When valuable files are locked with indestructible encryption, Leung said, most victims have no option but to pay a ransom in bitcoin, so they can be directed to the decryption key that will restore their data.

This year, things are getting more complicated. Along with ransomware attacks, Hong Kong is on the frontlines of another form of cyber-attack, known as the Business Email Compromise scheme, also known to city police as the CEO email scam. BEC scams spread like most others by using an internet ruse to heist a tidy sum and ultimately to cripple a large organization.

At the end of August, data security experts from around the world converged at CLOUDSEC, the annual internet security conference held in Hong Kong. The expert consensus was that ransomware and BEC proved the two most menacing cyber threats during the first half of 2016.

Hub for cyber criminals

"It seems that in Hong Kong, despite its size, they (ransomware and BEC) are emerging as major concerns right now," Myla Pilao, marketing director of TrendLabs at Trend Micro, a global internet content security provider, told China Daily.

True enough, Hong Kong has been the third most affected region hit by email scams attacks, with 226 email scam cases recorded during the first six months of 2016, Trend Micro's findings showed. The United Kingdom placed second with 595 recorded incidents and 2,496 cases in the United States.

Business email scams are a highly sophisticated stratagem for targeting large enterprises. Perpetrators send phishing emails, appearing to be from company executives. Recipients are directed to execute wire transfers to "alternate" accounts. From January 2015 to June 2016, email scammers poached more than $3 billion, affecting 22,000 firms around the world, according to estimates of law enforcement agencies.

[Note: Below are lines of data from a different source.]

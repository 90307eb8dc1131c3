namespace TeachServe.Server.Infrastructure;

/// <summary>
/// <c>GET /</c>: what this server is and where to go (the owner console, the API reference, the OpenAPI document,
/// the probes). Static, no key needed, nothing loaded from elsewhere.
/// </summary>
public static class LandingPage
{
    private const string Html = """
        <!doctype html>
        <html lang="en">
        <head>
        <meta charset="utf-8">
        <meta name="viewport" content="width=device-width, initial-scale=1">
        <title>TeachServe</title>
        <style>
          body { font: 16px/1.5 system-ui, sans-serif; margin: 0; background: #f5f6f8; color: #1b1f27; }
          main { max-width: 44rem; margin: 3rem auto; padding: 0 1.25rem; }
          h1 { margin: 0 0 .25rem; font-size: 1.75rem; }
          .sub { color: #4a5363; margin: 0 0 1.5rem; }
          ul { padding: 0; list-style: none; }
          li { background: #fff; border: 1px solid #d5d9e0; border-radius: 6px; padding: .75rem 1rem; margin: .5rem 0; }
          a { color: #1d56b0; font-weight: 600; }
          .caution { border-left: 4px solid #b7791f; background: #fff8e6; padding: .75rem 1rem; margin-top: 2rem; font-size: .95rem; }
        </style>
        </head>
        <body>
        <main>
          <h1>TeachServe</h1>
          <p class="sub">Onboarding for annotators: teaching items chosen one at a time, and release to live work after a held-out test.</p>
          <ul>
            <li><a href="/console">Owner console</a> — sign in with a project's owner key: sessions, releases, model versions, settings, keys.</li>
            <li><a href="/reference">API reference</a> — every endpoint, its inputs, answers and errors (works offline).</li>
            <li><a href="/openapi/v1.json">OpenAPI document</a> — the same contract, for your own tools.</li>
            <li><a href="/readyz">Readiness</a> and <a href="/healthz">liveness</a> probes.</li>
          </ul>
          <p>Annotators do not start here: the platform starts a session with its embed key and sends the annotator the link it gets back.</p>
          <p class="caution"><strong>Caution.</strong> Passing onboarding shows that an annotator labelled a project's held-out test items
            well enough under its gate. It is not a professional qualification; for safety-critical or medical labelling follow
            local rules and licensed practice.</p>
        </main>
        </body>
        </html>
        """;

    public static IEndpointRouteBuilder MapLandingPage(this IEndpointRouteBuilder app)
    {
        app.MapGet("/", (HttpContext http) =>
        {
            http.Response.Headers.ContentSecurityPolicy = "default-src 'none'; style-src 'unsafe-inline'; base-uri 'none'; form-action 'none'";
            return Results.Content(Html, "text/html; charset=utf-8");
        }).ExcludeFromDescription().DisableRateLimiting();
        return app;
    }
}
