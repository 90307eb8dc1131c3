namespace TeachServe.Server.Infrastructure;

/// <summary>
/// Headers on every response, errors included: no content sniffing, no referrer (launch links and API paths
/// carry ids), and a content security policy. API responses get the strictest policy (nothing may load, nothing
/// may frame them); HTML pages may load only their own scripts and styles, and may be framed, because platforms
/// embed the annotator page. A page that sets its own policy keeps it.
/// </summary>
public static class SecurityHeaders
{
    public const string ApiPolicy = "default-src 'none'; frame-ancestors 'none'; base-uri 'none'; form-action 'none'";
    public const string PagePolicy = "default-src 'self'; img-src 'self' data: https:; object-src 'none'; base-uri 'none'; form-action 'self'";

    public static IApplicationBuilder UseSecurityHeaders(this IApplicationBuilder app) => app.Use((http, next) =>
    {
        http.Response.OnStarting(static state =>
        {
            var response = ((HttpContext)state).Response;
            var headers = response.Headers;
            headers.XContentTypeOptions = "nosniff";
            headers["Referrer-Policy"] = "no-referrer";
            if (headers.ContentSecurityPolicy.Count == 0)
            {
                var html = response.ContentType?.StartsWith("text/html", StringComparison.OrdinalIgnoreCase) == true;
                headers.ContentSecurityPolicy = html ? PagePolicy : ApiPolicy;
            }
            return Task.CompletedTask;
        }, http);
        return next(http);
    });
}
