using System.Text.Encodings.Web;
using System.Text.Json;
using System.Text.Json.Serialization;

namespace TeachServe.Server.Infrastructure;

/// <summary>
/// The one JSON dialect of the server, for requests and responses (the HTTP pipeline is configured with
/// <see cref="Configure"/>, and the OpenAPI document is generated from that configuration), stored documents, webhook
/// payloads and exports: camelCase, strict numbers, unknown members rejected (a typo in a setting should fail loudly, not
/// be ignored), nullability respected, enum members as kebab-case strings.
/// </summary>
public static class Json
{
    public static readonly JsonSerializerOptions Options = Configure(new JsonSerializerOptions(JsonSerializerDefaults.Web));

    /// <summary>
    /// The dialect for research results (experiment reports, fits, simulations), which say "not enough data" with NaN:
    /// undefined numbers (NaN, ±∞) are written as null and read back as NaN. Everything else as <see cref="Options"/>. Kept
    /// apart because the OpenAPI generator cannot see through a number converter (it would drop every number's type), and
    /// because elsewhere a null number is the client's mistake.
    /// </summary>
    public static readonly JsonSerializerOptions Results = new(Options) { Converters = { new UndefinedAsNull() } };

    /// <summary>For reading stored research results back: <see cref="Results"/>, skipping members an older or newer server wrote.</summary>
    public static readonly JsonSerializerOptions StoredResults = new(Results) { UnmappedMemberHandling = JsonUnmappedMemberHandling.Skip };

    public static JsonSerializerOptions Configure(JsonSerializerOptions o)
    {
        o.PropertyNamingPolicy = JsonNamingPolicy.CamelCase;
        o.NumberHandling = JsonNumberHandling.Strict;
        o.UnmappedMemberHandling = JsonUnmappedMemberHandling.Disallow;
        o.RespectNullableAnnotations = true;
        o.RespectRequiredConstructorParameters = true;
        o.AllowTrailingCommas = false;
        o.ReadCommentHandling = JsonCommentHandling.Disallow;
        o.MaxDepth = 32;
        o.DefaultIgnoreCondition = JsonIgnoreCondition.WhenWritingNull;
        o.Encoder = JavaScriptEncoder.UnsafeRelaxedJsonEscaping;
        o.Converters.Add(new JsonStringEnumConverter(JsonNamingPolicy.KebabCaseLower));
        return o;
    }

    public static string Serialize<T>(T value) => JsonSerializer.Serialize(value, Options);

    public static T Deserialize<T>(string json) => JsonSerializer.Deserialize<T>(json, Options)
        ?? throw new JsonException($"Expected a {typeof(T).Name}, found null.");

    private sealed class UndefinedAsNull : JsonConverter<double>
    {
        public override bool HandleNull => true;

        public override double Read(ref Utf8JsonReader reader, Type typeToConvert, JsonSerializerOptions options) =>
            reader.TokenType == JsonTokenType.Null ? double.NaN : reader.GetDouble();

        public override void Write(Utf8JsonWriter writer, double value, JsonSerializerOptions options)
        {
            if (double.IsFinite(value)) writer.WriteNumberValue(value);
            else writer.WriteNullValue();
        }
    }
}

Asked why Hong Kong has risen to third place among countries and regions targeted by cyber criminals, Pilao answered: "The email scam targets routine transactions involving trade, commerce and transfer of funds. In Hong Kong, there's plenty of that."

Detective inspector Dicky Wong is in charge of the collaboration team of the Cyber Security and Technology Crime Bureau (CSTCB). The CSTCB is an official watchdog in the fight against cybercrime. Wong suspects that criminals identify email addresses of business executives on social media accounts, like Facebook, Twitter or LinkedIn.

"You put your email on it. Criminals find it. That's how it works," Wong told the guests at CLOUDSEC conference.

The two malign cyber threats mean double trouble for Hong Kong. Police statistics bear that out. The tally of financial losses due to computer crime in the city amounted to about HK$1.83 billion in 2015. That represented a 52 percent increase from the HK$1.2 billion reported in 2014.

"The losses (caused by cybercrime) outweigh any other single crime category in Hong Kong," confirmed Wong. "The figure for 2016 isn't out yet, but I can tell you that the figure is not getting lower."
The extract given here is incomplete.